TV pundits and op-ed writers of every major newspaper epitomize how the Democratic establishment has already reached a consensus: the 2020 nominee must be a centrist, a Joe Biden, Cory Booker or Kamala Harris–type, preferably. They say that Joe Biden should "run because [his] populist image fits the Democrats’ most successful political strategy of the past generation" (David Leonhardt, New York Times), and though Biden "would be far from an ideal president," he "looks most like the person who could beat Trump" (David Ignatius, Washington Post). Likewise, the same elite pundit class is working overtime to torpedo left-Democratic candidates like Sanders.

For someone who was not acquainted with Piketty's paper, the argument for a centrist Democrat might sound compelling. If the country has tilted to the right, should we elect a candidate closer to the middle than the fringe? If the electorate resembles a left-to-right line, and each voter has a bracketed range of acceptability in which they vote, this would make perfect sense. The only problem is that it doesn't work like that, as Piketty shows.

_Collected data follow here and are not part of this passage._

"""The remote geocoder stage, against a real HTTP server on 127.0.0.1 (tests/fixture_server.py)."""

from __future__ import annotations

import csv
import email.utils
import json
import os
import signal
import sqlite3
import subprocess
import sys
import time
from datetime import datetime, timedelta, timezone

import httpx
import pytest
from conftest import wait_for_rows
from fixture_server import Behaviour, FixtureServer, adapter_file, hit
from typer.testing import CliRunner

from geonorm.batch.cache import Cache
from geonorm.batch.remote import (
    MAX_RETRY_AFTER,
    RemoteAnswer,
    RemoteError,
    RemoteHit,
    TomlAdapter,
    _retry_after,
    merge,
    run_remote,
)
from geonorm.cli import app
from geonorm.resolve.resolution import Candidate, Reason, Resolution, Status, settle

runner = CliRunner()
# Invented place names the offline index cannot know; the fixture service knows some of them.
UNKNOWN = {"zorbaville": 40, "quellmoor": 30, "brindleford": 20, "xantheport": 10, "quarnbeck": 5}


def _table(path, counts: dict[str, int], extra: dict[str, int] | None = None):
    rows = [["id", "location", "email"]]
    for text, n in {**counts, **(extra or {})}.items():
        rows += [[f"{text}-{i}", text.title(), f"{text}{i}@example.invalid"] for i in range(n)]
    with open(path, "w", encoding="utf-8", newline="") as fh:
        csv.writer(fh, lineterminator="\n").writerows(rows)
    return path


def _clean(tmp_path, src, adapter, *extra, env=None):
    return runner.invoke(
        app,
        [
            "clean",
            str(src),
            "--column",
            "location",
            "--out",
            str(tmp_path / "out.csv"),
            "--cache",
            str(tmp_path / "cache.sqlite"),
            "--workers",
            "1",
            "--remote",
            str(adapter),
            *map(str, extra),
        ],
        env=env,
    )


def _rows(tmp_path):
    with open(tmp_path / "out.csv", encoding="utf-8", newline="") as fh:
        return list(csv.DictReader(fh))
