@pytest.mark.parametrize(
    ("count", "exposure", "low", "high"),
    [
        # StatsDirect help, "Poisson confidence interval": 14 events in 400 person-years,
        # exact 95% interval 0.019135 to 0.058724 per person-year.
        (14, 400, 0.019135, 0.058724),
        # R package statpsych (Bonett), ci.poisson(.05, 23, 5.25): LL 2.777148, UL 6.57358.
        (23, 5.25, 2.777148, 6.57358),
    ],
)
def test_garwood_against_published_worked_examples(count, exposure, low, high):
    got_low, got_high = garwood(count)
    assert got_low / exposure == pytest.approx(low, abs=6e-7)
    assert got_high / exposure == pytest.approx(high, abs=6e-6)


def test_utc_stamp_format():
    assert utc_stamp(0) == "1970-01-01T00:00:00Z"
    assert utc_stamp(1_700_000_000.9) == "2023-11-14T22:13:20Z"  # seconds are truncated
    assert re.fullmatch(r"\d{4}-\d\d-\d\dT\d\d:\d\d:\d\dZ", utc_stamp())


def _cleaned(path, rows):
    geo = [
        "geo_country",
        "geo_subdivision",
        "geo_city",
        "geo_lat",
        "geo_lon",
        "geo_confidence",
        "geo_reason",
        "geo_status",
    ]
    with open(path, "w", encoding="utf-8", newline="") as fh:
        w = csv.writer(fh, lineterminator="\n")
        w.writerow(["id", "kind", *geo])
        for i, (cc, status, kind) in enumerate(rows):
            reason = {
                "matched": "city",
                "review": "ambiguous",
                "unmatched": "no_match",
                "not_a_place": "empty",
            }[status]
            w.writerow([i, kind, cc, "", "", "", "", "0.9", reason, status])
    return path


def _population(path, table):
    with open(path, "w", encoding="utf-8", newline="") as fh:
        w = csv.writer(fh, lineterminator="\n")
        w.writerow(["iso3", "population"])
        w.writerows(table)
    return path


def test_rates_adjustment_and_lq_on_a_worked_example(tmp_path):
    # 20 rows: 8 matched in FR, 4 matched in DE, 3 review (DE guess), 2 unmatched, 3 not a place.
    # Groups (kind): FR has 6 "a" and 2 "b"; DE has 1 "a" and 3 "b".
    # Populations: FRA 2,000,000, DEU 4,000,000.
    # Located rows = 12; disclosure d = 12 / 20 = 0.6.
    # FR: per million = 8 / 2e6 × 1e6 = 4.0; adjusted = 8 / (2e6 × 0.6) × 1e6 = 6.6667;
    # share = 8/12.
    # DE: per million = 4 / 4e6 × 1e6 = 1.0; adjusted = 4 / (4e6 × 0.6) × 1e6 = 1.6667.
    # LQ(FR, a) = (6/8) / (7/12) = 0.75 / 0.58333 = 1.2857; LQ(DE, b) = (3/4) / (5/12) = 1.8.
    # Interval for LQ(DE, b): sqrt(1/3 − 1/4 + 1/5 − 1/12) = sqrt(0.2) = 0.44721;
    # exp(1.96 × 0.44721) = 2.4025, so the interval is 1.8 / 2.4025 … 1.8 × 2.4025
    # = (0.7492, 4.3246).
    rows = (
        [("FR", "matched", "a")] * 6
        + [("FR", "matched", "b")] * 2
        + [("DE", "matched", "a")]
        + [("DE", "matched", "b")] * 3
        + [("DE", "review", "b")] * 3
        + [("", "unmatched", "a")] * 2
        + [("", "not_a_place", "")] * 3
    )
    cleaned = _cleaned(tmp_path / "clean.csv", rows)
    pop = _population(tmp_path / "pop.csv", [("FRA", 2_000_000), ("DEU", 4_000_000)])
    res = tally_file(cleaned, population=pop)
    assert res.funnel == {
        "rows": 20,
        "rows_with_text": 17,
        "matched": 12,
        "review": 3,
        "unmatched": 2,
        "not_a_place": 3,
        "located": 12,
    }
    fr, de = res.rows
    assert (
        fr["country"],
        fr["iso3"],
        fr["count"],
        fr["per_million"],
        fr["adjusted_per_million"],
    ) == ("FR", "FRA", 8, 4.0, 6.6667)
    assert fr["share"] == pytest.approx(8 / 12, abs=1e-6)
    assert (de["per_million"], de["adjusted_per_million"]) == (1.0, 1.6667)
    # Exact limits for 8 (scipy.stats.chi2): χ²(0.025; 16)/2 = 3.4538, χ²(0.975; 18)/2 = 15.7632;
    # per million for 2,000,000 people: ÷ 2.
    assert (fr["count_low"], fr["count_high"]) == (3.454, 15.763)
    assert (fr["per_million_low"], fr["per_million_high"]) == (1.7269, 7.8816)
    # Shrinkage (Marshall's moments over FR and DE, exposures in millions 2 and 4):
    # m = 12 / 6 = 2; s² = (2 × (4 − 2)² + 4 × (1 − 2)²) / 6 = 2; n̄ = 3; v = 2 − 2/3 = 4/3;
    # α = m²/v = 3, β = m/v = 1.5; FR (8 + 3) / (2 + 1.5) = 3.1429, DE (4 + 3) / (4 + 1.5) = 1.2727.
    assert (res.sidecar["prior"]["alpha"], res.sidecar["prior"]["beta"]) == pytest.approx((3, 1.5))
    assert (fr["shrunk_per_million"], de["shrunk_per_million"]) == (3.1429, 1.2727)
    by = {
        (r["country"], r["group"]): r for r in tally_file(cleaned, population=pop, by="kind").rows
    }
    assert by[("FR", "a")]["lq"] == 1.2857
    assert by[("DE", "b")]["lq"] == 1.8
    assert (by[("DE", "b")]["lq_low"], by[("DE", "b")]["lq_high"]) == pytest.approx(
        (0.7492, 4.3246), abs=1e-4
    )
    assert by[("DE", "b")]["lq_flag"] == ""  # the interval includes 1
    # Shrinkage per group. Group a (FR 6, DE 1): m = 7/6, s² = 121/72, v = 121/72 − 7/18 = 31/24,
    # α = 98/93, β = 28/31; FR (6 + 98/93) / (2 + 28/31) = 656/270 = 2.4296.
    assert by[("FR", "a")]["shrunk_per_million"] == 2.4296
    # Group b (FR 2, DE 3): s² = 1/72 < m/n̄ = 5/18, no detectable variation: every rate → m = 5/6.
    assert by[("DE", "b")]["shrunk_per_million"] == by[("FR", "b")]["shrunk_per_million"] == 0.8333
    with_review = tally_file(cleaned, population=pop, include_review=True)
    counts = {r["country"]: r["count"] for r in with_review.rows}
    assert with_review.funnel["located"] == 15 and counts == {"FR": 8, "DE": 7}  # DE 4 + 3 review
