# -- the command line -------------------------------------------------------------------
def test_token_commands(tmp_path):
    data = str(tmp_path / "data")
    made = runner.invoke(
        cli, ["serve", "token", "add", "etl", "--role", "resolve", "--data-dir", data]
    )
    assert made.exit_code == 0, made.output
    token = made.stdout.strip()
    assert made.stdout == token + "\n" and token.startswith("gn_")
    stored = (tmp_path / "data" / "service.sqlite").read_bytes()
    assert token.encode() not in stored and token.split("_", 2)[2].encode() not in stored
    listed = runner.invoke(cli, ["serve", "token", "list", "--data-dir", data])
    assert "etl" in listed.stdout and "resolve" in listed.stdout and token not in listed.stdout
    again = runner.invoke(
        cli, ["serve", "token", "add", "etl", "--role", "admin", "--data-dir", data]
    )
    assert again.exit_code == 1 and "exists already" in again.stderr
    wrong = runner.invoke(cli, ["serve", "token", "add", "x", "--role", "boss", "--data-dir", data])
    assert wrong.exit_code == 1 and "unknown role 'boss'" in wrong.stderr
    assert (
        runner.invoke(cli, ["serve", "token", "revoke", "etl", "--data-dir", data]).exit_code == 0
    )
    gone = runner.invoke(cli, ["serve", "token", "revoke", "etl", "--data-dir", data])
    assert gone.exit_code == 1 and gone.stderr.startswith("Error: no token is called 'etl'")


def test_serve_refuses_another_host_without_a_token_and_needs_a_data_dir(tmp_path):
    data = str(tmp_path / "data")
    r = runner.invoke(cli, ["serve", "--data-dir", data, "--host", "0.0.0.0"])
    assert r.exit_code == 1
    assert r.stderr.startswith(
        "Error: refusing to listen on 0.0.0.0 while the service has no token"
    )
    assert "geonorm serve token add NAME --role admin" in r.stderr
    r = runner.invoke(cli, ["serve"])
    assert r.exit_code == 1 and r.stderr.startswith("Error: geonorm serve needs --data-dir")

The reason is that nominating centrist Democrats who don't speak to class issues will result in a great swathe of voters simply not voting. Conversely, right-wing candidates who speak to class issues, but who do so by harnessing a false consciousness — i.e. blaming immigrants and minorities for capitalism's ills, rather than capitalists — will win those same voters who would have voted for a more class-conscious left candidate. Piketty calls this a "bifurcated" voting situation, meaning many voters will connect either with far-right xenophobic nationalists or left-egalitarian internationalists, but perhaps nothing in-between.